Great Western Fin. Securities Corp. (1996) 14 Cal.4th 394, 413.)
While there
is no single test for establishing waiver, the relevant factors include: (1) whether the party's actions are inconsistent
with the right to arbitrate; (2) whether the litigation machinery has been
substantially invoked and the parties were well into preparation of a lawsuit
before the party notified the opposing party of an intent to arbitrate; (3) whether
a party either requested arbitration enforcement close to the trial date or
delayed for a long period before seeking a stay; (4) whether a defendant
seeking arbitration filed a counterclaim without asking for a stay of the
proceedings; (5) whether important intervening steps (e.g., taking advantage of
judicial discovery procedures not available in arbitration) had taken place;
and (5) whether the delay affected, misled, or prejudiced the opposing party. (See Saint Agnes Med. Ctr. v. PacifiCare
of Calif. (2003) 31 C4th 1187, 1203.)
The presence or absence of prejudice from the litigation is a
determinative issue. (Id.
at 1203–1204.)
Any claim
that the right to arbitration has been waived is reviewed with close judicial
scrutiny. (Id. at 1195.) “Although a court may deny a petition to
compel arbitration on the ground of waiver (§ 1281.2, subd. (a)), waivers are
not to be lightly inferred and the party seeking to establish a waiver bears a
heavy burden of proof.” (Id.) Any doubts concerning the scope of arbitrable
issues should be resolved in favor of arbitration, whether the problem at hand
is the construction of the contract language itself or an allegation of waiver,
delay, or a like defense to arbitrability.
(Ericksen, Arbuthnot, McCarthy, Kearney & Walsh, Inc. v. 100 Oak
Street (1983) 35 Cal.3d 312, 320.)
“Waiver does not occur by mere participation in
litigation. As an abstract exercise in
logic it may appear that it is inconsistent for a party to participate in a
lawsuit for breach of a contract, and later to ask the court to stay that
litigation pending arbitration. Yet the law is clear that such participation,
standing alone, does not constitute a waiver, for there is an overriding
federal policy favoring arbitration. Mere
delay in seeking a stay of the proceedings without some resultant prejudice to
a party cannot carry the day.” (Adolph
v.
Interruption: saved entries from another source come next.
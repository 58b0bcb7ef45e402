import 'server-only';
import { and, eq, isNull, sql } from 'drizzle-orm';
import type { ChartCell, ChartKind } from '@/diagnosis/chart/chart';
import { toMillimetres } from '@/diagnosis/units/millimetres';
import { db } from '../client';
import { patternMeasures } from '../schema/pattern-measures';
import { patternVersions } from '../schema/pattern-versions';
import { patterns } from '../schema/patterns';
import { recordAudit } from './audit';
import type { Viewer } from './viewer';

export type PatternCellDto = ChartCell & { kind: ChartKind; sizeOrdinal: number };

/** The newest draft of a pattern of the viewer's with its tables: what it is for, what it gives, what the paper measures. */
export async function findPatternChart(viewer: Viewer, patternId: string) {
  const [row] = await db()
    .select({
      draftId: patternVersions.id,
      name: patterns.name,
      maker: patterns.maker,
      clothKind: patternVersions.clothKind,
      stretchPercent: patternVersions.stretchPercent,
      allowanceMm: patternVersions.allowanceMm,
      allowanceTyped: patternVersions.allowanceTyped,
      cells: sql<PatternCellDto[]>`(
        select coalesce(json_agg(json_build_object('size', m.size_name, 'sizeOrdinal', m.size_ordinal, 'measure', m.measure, 'kind', m.kind,
          'valueMm', m.value_mm, 'untilMm', m.until_mm, 'typed', m.typed) order by m.size_ordinal), '[]')
        from pattern_measures m where m.pattern_version_id = pattern_versions.id)`,
    })
    .from(patterns)
    .innerJoin(patternVersions, eq(patternVersions.patternId, patterns.id))
    .where(and(eq(patterns.id, patternId), eq(patterns.ownerId, viewer.userId), isNull(patterns.deletedAt)))
    .orderBy(sql`${patternVersions.ordinal} desc`)
    .limit(1);
  return row ?? null;
}
export type PatternChartDto = NonNullable<Awaited<ReturnType<typeof findPatternChart>>>;

/**
 * Puts one table of the newest draft in the place of what stood there.
 * @param cells lengths in mm, sizes from smallest to greatest
 * @returns false where the pattern is not the viewer's
 */
export async function savePatternTable(
  viewer: Viewer,
  patternId: string,
  kind: ChartKind,
  cells: readonly (ChartCell & { sizeOrdinal: number })[],
): Promise<boolean> {
  const found = await findPatternChart(viewer, patternId);
  if (!found) return false;
  const patternVersionId = found.draftId;
  await db().transaction(async (tx) => {
    await tx
      .delete(patternMeasures)
      .where(and(eq(patternMeasures.patternVersionId, patternVersionId), eq(patternMeasures.kind, kind)));
    if (cells.length > 0) {
      const rows = cells.map(({ size, sizeOrdinal, measure, valueMm, untilMm, typed }) => ({
        patternVersionId,
        kind,
        sizeName: size,
        sizeOrdinal,
        measure,
        typed,
        valueMm: toMillimetres(valueMm),
        untilMm: untilMm === null ? null : toMillimetres(untilMm),
      }));
      await tx.insert(patternMeasures).values(rows);
    }
    await recordAudit(tx, { actorId: viewer.userId, verb: 'update', objectKind: 'pattern', objectId: patternId, fields: [`${kind}-chart`] }); // prettier-ignore
  });
  return true;
}
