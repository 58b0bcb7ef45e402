import 'server-only';
import { and, asc, count, eq, inArray, sql } from 'drizzle-orm';
import { db, type Executor } from '../client';
import { marks } from '../schema/marks';
import { photos } from '../schema/photos';
import { recordAudit } from './audit';
import type { Viewer } from './viewer';
import { photoIsKept, roundFittableBy, roundIds, roundVisibleTo } from './visible-to';

const MARKS_MAX = 500;

const COLUMNS = {
  id: marks.id,
  kind: marks.kind,
  severity: marks.severity,
  side: marks.side,
  points: marks.points,
  note: marks.note,
  version: marks.version,
};

export interface MarkInput {
  id: string;
  kind: (typeof marks.kind.enumValues)[number];
  severity: number;
  side: (typeof marks.side.enumValues)[number];
  points: { x: number; y: number }[];
  note: string;
}
export interface MarkBatchInput {
  revision: number;
  upserts: { mark: MarkInput; seen: number }[];
  deletes: { id: string; seen: number }[];
}

/** The viewer's own layer of a photo that they may see, and the revision it belongs to; null where they may not. */
export async function findOwnMarks(viewer: Viewer, photoId: string) {
  const [photo] = await db()
    .select({ revision: photos.revision })
    .from(photos)
    .where(
      and(eq(photos.id, photoId), photoIsKept, inArray(photos.roundId, roundIds(roundVisibleTo(viewer)))),
    );
  if (!photo) return null;
  return { revision: photo.revision, marks: await ownMarks(db(), viewer, photoId) };
}

const ownMarks = (tx: Executor, viewer: Viewer, photoId: string) =>
  tx
    .select(COLUMNS)
    .from(marks)
    .where(and(eq(marks.photoId, photoId), eq(marks.authorId, viewer.userId)))
    .orderBy(asc(marks.id));

export type MarkDto = Awaited<ReturnType<typeof ownMarks>>[number];

export interface MarkAnswerDto {
  saved: MarkDto[];
  deleted: string[];
  conflicts: { id: string; theirs: MarkDto | null }[];
}
export type MarkSaving =
  | { kind: 'done'; answer: MarkAnswerDto }
  | { kind: 'missing' }
  | { kind: 'other-revision'; revision: number }
  | { kind: 'too-many' };

const ofAuthor = (viewer: Viewer, photoId: string, id: string) =>
  and(eq(marks.id, id), eq(marks.photoId, photoId), eq(marks.authorId, viewer.userId));

async function saveOne(
  tx: Executor,
  viewer: Viewer,
  photoId: string,
  { mark: { id, ...drawn }, seen }: MarkBatchInput['upserts'][number],
  answer: MarkAnswerDto,
): Promise<void> {
  const [now] = await tx
    .select(COLUMNS)
    .from(marks)
    .where(ofAuthor(viewer, photoId, id))
    .for('update');
  if (!now && seen === 0) {
    const [made] = await tx
      .insert(marks)
      .values({ id, photoId, authorId: viewer.userId, ...drawn })
      .onConflictDoNothing()
      .returning(COLUMNS);
    if (made) answer.saved.push(made);
    else answer.conflicts.push({ id, theirs: null });
    return;
  }
  if (now?.version !== seen) {
    answer.conflicts.push({ id, theirs: now ?? null });
    return;
  }
  const [written] = await tx
    .update(marks)
    .set({ ...drawn, version: sql`${marks.version} + 1`, updatedAt: sql`now()` })
    .where(ofAuthor(viewer, photoId, id))
    .returning(COLUMNS);
  if (written) answer.saved.push(written);
}

async function deleteOne(
  tx: Executor,
  viewer: Viewer,
  photoId: string,
  { id, seen }: MarkBatchInput['deletes'][number],
  answer: MarkAnswerDto,
): Promise<void> {
  const [now] = await tx
    .select(COLUMNS)
    .from(marks)
    .where(ofAuthor(viewer, photoId, id))
    .for('update');
  if (now && now.version !== seen) {
    answer.conflicts.push({ id, theirs: now });
    return;
  }
  if (now) await tx.delete(marks).where(ofAuthor(viewer, photoId, id));
  answer.deleted.push(id);
}

/**
 * Saves a batch into the viewer's own layer: adding never conflicts; a mark that has changed since it was seen comes back with
 * what stands there, and the rest is saved. Sent again, a batch changes nothing but the versions.
 */
export async function saveMarks(viewer: Viewer, photoId: string, batch: MarkBatchInput): Promise<MarkSaving> {
  return db().transaction(async (tx): Promise<MarkSaving> => {
    const [photo] = await tx
      .select({ revision: photos.revision })
      .from(photos)
      .where(
        and(eq(photos.id, photoId), photoIsKept, inArray(photos.roundId, roundIds(roundFittableBy(viewer)))),
      )
      .for('update');
    if (!photo) return { kind: 'missing' };
    if (photo.revision !== batch.revision) return { kind: 'other-revision', revision: photo.revision };
    const answer: MarkAnswerDto = { saved: [], deleted: [], conflicts: [] };
    for (const gone of batch.deletes) await deleteOne(tx, viewer, photoId, gone, answer);
    const [held] = await tx
      .select({ marks: count() })
      .from(marks)
      .where(and(eq(marks.photoId, photoId), eq(marks.authorId, viewer.userId)));
    const added = batch.upserts.filter(({ seen }) => seen === 0).length;
    if ((held?.marks ?? 0) + added > MARKS_MAX) return { kind: 'too-many' };
    for (const upsert of batch.upserts) await saveOne(tx, viewer, photoId, upsert, answer);
    if (answer.saved.length + answer.deleted.length > 0) {
      await recordAudit(tx, { actorId: viewer.userId, verb: 'update', objectKind: 'photo-marks', objectId: photoId, fields: ['marks'] }); // prettier-ignore
    }
    return { kind: 'done', answer };
  });
}
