import 'server-only';
import { eq, inArray, lte } from 'drizzle-orm';
import { db } from '../client';
import { doomedObjects } from '../schema/doomed-objects';
import { photos } from '../schema/photos';

/** The revisions that rows stand for, as `id revision`; a photo in the bin keeps its files. */
export async function findKeptRevisions(ids: string[]): Promise<Set<string>> {
  if (ids.length === 0) return new Set();
  const rows = await db()
    .select({ id: photos.id, revision: photos.revision })
    .from(photos)
    .where(inArray(photos.id, ids));
  return new Set(rows.map(({ id, revision }) => `${id} ${revision}`));
}

/** Of these files, the ones that have a day of their own to be erased: no sooner. */
export async function findDoomed(keys: string[]): Promise<Set<string>> {
  if (keys.length === 0) return new Set();
  const rows = await db()
    .select({ key: doomedObjects.key })
    .from(doomedObjects)
    .where(inArray(doomedObjects.key, keys));
  return new Set(rows.map(({ key }) => key));
}

/** A page of what is due; the next one comes once these are forgotten. */
export async function listDoomed(now: Date): Promise<string[]> {
  const rows = await db()
    .select({ key: doomedObjects.key })
    .from(doomedObjects)
    .where(lte(doomedObjects.eraseAfter, now))
    .limit(500);
  return rows.map(({ key }) => key);
}

export async function forgetDoomed(key: string): Promise<void> {
  await db().delete(doomedObjects).where(eq(doomedObjects.key, key));
}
Coastal Auto Sales, Inc. (2010) 184 Cal.App.4th 1443, 1450 (defendant
waived right to arbitrate where defendant delayed six months from filing of
complaint, defendant filed multiple demurrers, defendant accepted and contested
discovery requests, engaged in scheduling discovery, defendant failed to
indicate arbitration in CMC statement and defendant’s actions substantially
undermined plaintiff’s ability to take advantage of benefits and costs savings
of arbitration).)
Plaintiff’s claim of waiver is based solely on
Defendants’ delay in seeking arbitration.
Plaintiff argues Defendant served the motion fifteen months after the
complaint was filed, stating, “[t]hat is too late,” and grounds for waiver
under CCP § 1281.2(a). Defendant demurred to the complaint, failed to indicate
in the CMC statement that he intended to seek arbitration, and only sought
arbitration after a trial date was set.
These facts support a finding of delay.
However, delay alone is insufficient to find waiver
Plaintiff
also makes no showing as to prejudice. Delay
that does not prejudice the other party does not support a finding of waiver.
Moreover,
Defendant’s actions merely indicate he participated in litigation. Plaintiff fails to establish that the parties
have substantially invoked the litigation machinery. Defendant did not engage
in multiple rounds of demurrers, nor has Plaintiff demonstrated that either
party has engaged in any discovery. Defendant
did not file a counterclaim seeking any affirmative relief. The
motion to compel arbitration was filed on 7-21-23, and no trial date has been
set. Plaintiff has not met its burden show Defendant waived its right to compel
arbitration.
Defendant Bird Rides’ Motion
to Compel Arbitration of All Claims Against Bird Rides, Inc. and Stay this
Action Pending Arbitration is GRANTED. The action is stayed pursuant to
CCP §1281.4 pending completion of arbitration.